Directions: Each line shown below should be copied exactly.

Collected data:
******
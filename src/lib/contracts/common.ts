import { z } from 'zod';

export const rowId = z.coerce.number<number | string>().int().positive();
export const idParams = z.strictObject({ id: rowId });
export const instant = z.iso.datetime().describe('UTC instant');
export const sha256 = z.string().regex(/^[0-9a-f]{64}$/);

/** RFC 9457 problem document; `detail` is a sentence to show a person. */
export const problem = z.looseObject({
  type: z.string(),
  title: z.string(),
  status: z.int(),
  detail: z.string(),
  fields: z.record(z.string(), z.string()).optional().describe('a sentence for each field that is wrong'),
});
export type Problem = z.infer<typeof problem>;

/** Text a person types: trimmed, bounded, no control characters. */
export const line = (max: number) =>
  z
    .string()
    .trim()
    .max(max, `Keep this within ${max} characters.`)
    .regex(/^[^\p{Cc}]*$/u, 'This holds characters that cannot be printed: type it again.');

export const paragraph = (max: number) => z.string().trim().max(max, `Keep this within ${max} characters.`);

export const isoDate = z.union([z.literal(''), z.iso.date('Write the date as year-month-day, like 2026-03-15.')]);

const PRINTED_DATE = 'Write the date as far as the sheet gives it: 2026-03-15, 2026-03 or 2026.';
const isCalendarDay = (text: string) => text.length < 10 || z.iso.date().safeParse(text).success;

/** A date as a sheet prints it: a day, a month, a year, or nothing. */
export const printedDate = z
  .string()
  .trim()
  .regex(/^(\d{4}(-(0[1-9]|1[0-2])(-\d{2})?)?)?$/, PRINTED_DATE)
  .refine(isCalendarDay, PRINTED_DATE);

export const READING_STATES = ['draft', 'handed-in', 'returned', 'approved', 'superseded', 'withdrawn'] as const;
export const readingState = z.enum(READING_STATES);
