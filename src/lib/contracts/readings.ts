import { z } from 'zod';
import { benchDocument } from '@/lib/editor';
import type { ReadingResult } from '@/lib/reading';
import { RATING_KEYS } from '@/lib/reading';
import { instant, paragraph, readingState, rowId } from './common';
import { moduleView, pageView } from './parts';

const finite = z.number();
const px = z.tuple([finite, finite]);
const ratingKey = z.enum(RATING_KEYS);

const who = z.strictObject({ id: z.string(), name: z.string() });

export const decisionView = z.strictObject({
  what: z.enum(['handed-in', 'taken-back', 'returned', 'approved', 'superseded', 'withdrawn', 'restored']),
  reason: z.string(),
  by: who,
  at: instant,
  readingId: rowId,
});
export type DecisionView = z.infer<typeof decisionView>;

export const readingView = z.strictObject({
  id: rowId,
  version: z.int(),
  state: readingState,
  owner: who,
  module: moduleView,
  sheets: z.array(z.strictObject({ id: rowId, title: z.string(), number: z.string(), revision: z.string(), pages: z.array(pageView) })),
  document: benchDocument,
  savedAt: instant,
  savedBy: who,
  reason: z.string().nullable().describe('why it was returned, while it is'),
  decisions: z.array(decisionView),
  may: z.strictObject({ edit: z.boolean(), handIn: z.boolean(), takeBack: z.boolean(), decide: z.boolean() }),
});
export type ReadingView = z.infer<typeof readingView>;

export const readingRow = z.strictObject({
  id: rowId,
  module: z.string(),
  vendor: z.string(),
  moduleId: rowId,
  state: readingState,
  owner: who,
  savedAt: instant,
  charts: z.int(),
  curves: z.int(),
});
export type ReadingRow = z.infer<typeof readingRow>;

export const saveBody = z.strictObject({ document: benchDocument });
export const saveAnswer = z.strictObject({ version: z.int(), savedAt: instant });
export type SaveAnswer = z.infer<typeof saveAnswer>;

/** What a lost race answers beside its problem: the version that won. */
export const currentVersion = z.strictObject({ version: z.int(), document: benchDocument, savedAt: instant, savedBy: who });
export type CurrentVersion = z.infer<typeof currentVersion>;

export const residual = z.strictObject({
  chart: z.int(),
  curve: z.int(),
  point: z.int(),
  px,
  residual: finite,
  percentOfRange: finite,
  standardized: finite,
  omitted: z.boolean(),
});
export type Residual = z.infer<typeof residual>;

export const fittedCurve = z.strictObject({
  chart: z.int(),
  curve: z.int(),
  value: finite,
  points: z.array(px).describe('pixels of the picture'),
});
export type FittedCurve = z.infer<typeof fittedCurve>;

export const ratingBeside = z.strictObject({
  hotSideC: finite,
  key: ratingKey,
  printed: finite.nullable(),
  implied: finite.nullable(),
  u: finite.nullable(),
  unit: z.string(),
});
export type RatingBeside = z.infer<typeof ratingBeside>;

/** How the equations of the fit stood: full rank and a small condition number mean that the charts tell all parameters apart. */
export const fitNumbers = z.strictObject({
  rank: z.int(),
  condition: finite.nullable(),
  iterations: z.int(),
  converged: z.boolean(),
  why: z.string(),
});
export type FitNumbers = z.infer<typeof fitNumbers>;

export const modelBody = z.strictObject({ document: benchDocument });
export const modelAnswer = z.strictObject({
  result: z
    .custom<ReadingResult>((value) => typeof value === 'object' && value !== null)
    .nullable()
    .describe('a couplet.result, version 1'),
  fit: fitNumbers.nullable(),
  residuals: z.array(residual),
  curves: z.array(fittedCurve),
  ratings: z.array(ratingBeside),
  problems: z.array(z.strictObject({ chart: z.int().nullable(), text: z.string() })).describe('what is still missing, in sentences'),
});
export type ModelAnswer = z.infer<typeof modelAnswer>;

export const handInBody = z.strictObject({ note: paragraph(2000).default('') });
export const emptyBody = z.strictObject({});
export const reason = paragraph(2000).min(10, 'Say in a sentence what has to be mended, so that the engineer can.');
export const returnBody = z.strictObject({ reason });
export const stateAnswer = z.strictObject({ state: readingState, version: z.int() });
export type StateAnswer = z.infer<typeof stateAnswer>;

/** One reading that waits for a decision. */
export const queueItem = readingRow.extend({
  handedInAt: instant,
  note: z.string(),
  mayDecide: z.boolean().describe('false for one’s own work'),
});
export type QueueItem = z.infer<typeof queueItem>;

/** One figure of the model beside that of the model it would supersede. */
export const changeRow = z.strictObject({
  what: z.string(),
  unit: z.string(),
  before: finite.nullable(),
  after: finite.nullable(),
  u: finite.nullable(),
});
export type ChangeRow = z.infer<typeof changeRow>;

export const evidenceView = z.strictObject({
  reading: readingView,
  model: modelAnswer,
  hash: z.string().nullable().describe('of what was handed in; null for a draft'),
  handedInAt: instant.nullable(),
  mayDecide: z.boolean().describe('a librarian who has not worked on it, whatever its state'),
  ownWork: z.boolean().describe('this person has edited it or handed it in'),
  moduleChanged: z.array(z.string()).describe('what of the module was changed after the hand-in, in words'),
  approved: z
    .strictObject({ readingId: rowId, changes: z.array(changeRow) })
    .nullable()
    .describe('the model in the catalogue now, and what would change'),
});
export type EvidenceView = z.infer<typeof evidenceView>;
******
Response area:
filename src/lib/contracts/common.ts
import { z } from 'zod';

export const rowId = z.coerce.number<number | string>().int().positive();
export const idParams = z.strictObject({ id: rowId });
export const instant = z.iso.datetime().describe('UTC instant');
export const sha256 = z.string().regex(/^[0-9a-f]{64}$/);

/** RFC 9457 problem document; `detail` is a sentence to show a person. */
export const problem = z.looseObject({
  type: z.string(),
  title: z.string(),
  status: z.int(),
  detail: z.string(),
  fields: z.record(z.string(), z.string()).optional().describe('a sentence for each field that is wrong'),
});
export type Problem = z.infer<typeof problem>;

/** Text a person types: trimmed, bounded, no control characters. */
export const line = (max: number) =>
  z
    .string()
    .trim()
    .max(max, `Keep this within ${max} characters.`)
    .regex(/^[^\p{Cc}]*$/u, 'This holds characters that cannot be printed: type it again.');

export const paragraph = (max: number) => z.string().trim().max(max, `Keep this within ${max} characters.`);

export const isoDate = z.union([z.literal(''), z.iso.date('Write the date as year-month-day, like 2026-03-15.')]);

const PRINTED_DATE = 'Write the date as far as the sheet gives it: 2026-03-15, 2026-03 or 2026.';
const isCalendarDay = (text: string) => text.length < 10 || z.iso.date().safeParse(text).success;

/** A date as a sheet prints it: a day, a month, a year, or nothing. */
export const printedDate = z
  .string()
  .trim()
  .regex(/^(\d{4}(-(0[1-9]|1[0-2])(-\d{2})?)?)?$/, PRINTED_DATE)
  .refine(isCalendarDay, PRINTED_DATE);

export const READING_STATES = ['draft', 'handed-in', 'returned', 'approved', 'superseded', 'withdrawn'] as const;
export const readingState = z.enum(READING_STATES);
filename src/lib/contracts/readings.ts
import { z } from 'zod';
import { benchDocument } from '@/lib/editor';
import type { ReadingResult } from '@/lib/reading';
import { RATING_KEYS } from '@/lib/reading';
import { instant, paragraph, readingState, rowId } from './common';
import { moduleView, pageView } from './parts';

const finite = z.number();
const px = z.tuple([finite, finite]);
const ratingKey = z.enum(RATING_KEYS);

const who = z.strictObject({ id: z.string(), name: z.string() });

export const decisionView = z.strictObject({
  what: z.enum(['handed-in', 'taken-back', 'returned', 'approved', 'superseded', 'withdrawn', 'restored']),
  reason: z.string(),
  by: who,
  at: instant,
  readingId: rowId,
});
export type DecisionView = z.infer<typeof decisionView>;

export const readingView = z.strictObject({
  id: rowId,
  version: z.int(),
  state: readingState,
  owner: who,
  module: moduleView,
  sheets: z.array(z.strictObject({ id: rowId, title: z.string(), number: z.string(), revision: z.string(), pages: z.array(pageView) })),
  document: benchDocument,
  savedAt: instant,
  savedBy: who,
  reason: z.string().nullable().describe('why it was returned, while it is'),
  decisions: z.array(decisionView),
  may: z.strictObject({ edit: z.boolean(), handIn: z.boolean(), takeBack: z.boolean(), decide: z.boolean() }),
});
export type ReadingView = z.infer<typeof readingView>;

export const readingRow = z.strictObject({
  id: rowId,
  module: z.string(),
  vendor: z.string(),
  moduleId: rowId,
  state: readingState,
  owner: who,
  savedAt: instant,
  charts: z.int(),
  curves: z.int(),
});
export type ReadingRow = z.infer<typeof readingRow>;

export const saveBody = z.strictObject({ document: benchDocument });
export const saveAnswer = z.strictObject({ version: z.int(), savedAt: instant });
export type SaveAnswer = z.infer<typeof saveAnswer>;

/** What a lost race answers beside its problem: the version that won. */
export const currentVersion = z.strictObject({ version: z.int(), document: benchDocument, savedAt: instant, savedBy: who });
export type CurrentVersion = z.infer<typeof currentVersion>;

export const residual = z.strictObject({
  chart: z.int(),
  curve: z.int(),
  point: z.int(),
  px,
  residual: finite,
  percentOfRange: finite,
  standardized: finite,
  omitted: z.boolean(),
});
export type Residual = z.infer<typeof residual>;

export const fittedCurve = z.strictObject({
  chart: z.int(),
  curve: z.int(),
  value: finite,
  points: z.array(px).describe('pixels of the picture'),
});
export type FittedCurve = z.infer<typeof fittedCurve>;

export const ratingBeside = z.strictObject({
  hotSideC: finite,
  key: ratingKey,
  printed: finite.nullable(),
  implied: finite.nullable(),
  u: finite.nullable(),
  unit: z.string(),
});
export type RatingBeside = z.infer<typeof ratingBeside>;

/** How the equations of the fit stood: full rank and a small condition number mean that the charts tell all parameters apart. */
export const fitNumbers = z.strictObject({
  rank: z.int(),
  condition: finite.nullable(),
  iterations: z.int(),
  converged: z.boolean(),
  why: z.string(),
});
export type FitNumbers = z.infer<typeof fitNumbers>;

export const modelBody = z.strictObject({ document: benchDocument });
export const modelAnswer = z.strictObject({
  result: z
    .custom<ReadingResult>((value) => typeof value === 'object' && value !== null)
    .nullable()
    .describe('a couplet.result, version 1'),
  fit: fitNumbers.nullable(),
  residuals: z.array(residual),
  curves: z.array(fittedCurve),
  ratings: z.array(ratingBeside),
  problems: z.array(z.strictObject({ chart: z.int().nullable(), text: z.string() })).describe('what is still missing, in sentences'),
});
export type ModelAnswer = z.infer<typeof modelAnswer>;

export const handInBody = z.strictObject({ note: paragraph(2000).default('') });
export const emptyBody = z.strictObject({});
export const reason = paragraph(2000).min(10, 'Say in a sentence what has to be mended, so that the engineer can.');
export const returnBody = z.strictObject({ reason });
export const stateAnswer = z.strictObject({ state: readingState, version: z.int() });
export type StateAnswer = z.infer<typeof stateAnswer>;

/** One reading that waits for a decision. */
export const queueItem = readingRow.extend({
  handedInAt: instant,
  note: z.string(),
  mayDecide: z.boolean().describe('false for one’s own work'),
});
export type QueueItem = z.infer<typeof queueItem>;

/** One figure of the model beside that of the model it would supersede. */
export const changeRow = z.strictObject({
  what: z.string(),
  unit: z.string(),
  before: finite.nullable(),
  after: finite.nullable(),
  u: finite.nullable(),
});
export type ChangeRow = z.infer<typeof changeRow>;

export const evidenceView = z.strictObject({
  reading: readingView,
  model: modelAnswer,
  hash: z.string().nullable().describe('of what was handed in; null for a draft'),
  handedInAt: instant.nullable(),
  mayDecide: z.boolean().describe('a librarian who has not worked on it, whatever its state'),
  ownWork: z.boolean().describe('this person has edited it or handed it in'),
  moduleChanged: z.array(z.string()).describe('what of the module was changed after the hand-in, in words'),
  approved: z
    .strictObject({ readingId: rowId, changes: z.array(changeRow) })
    .nullable()
    .describe('the model in the catalogue now, and what would change'),
});
export type EvidenceView = z.infer<typeof evidenceView>;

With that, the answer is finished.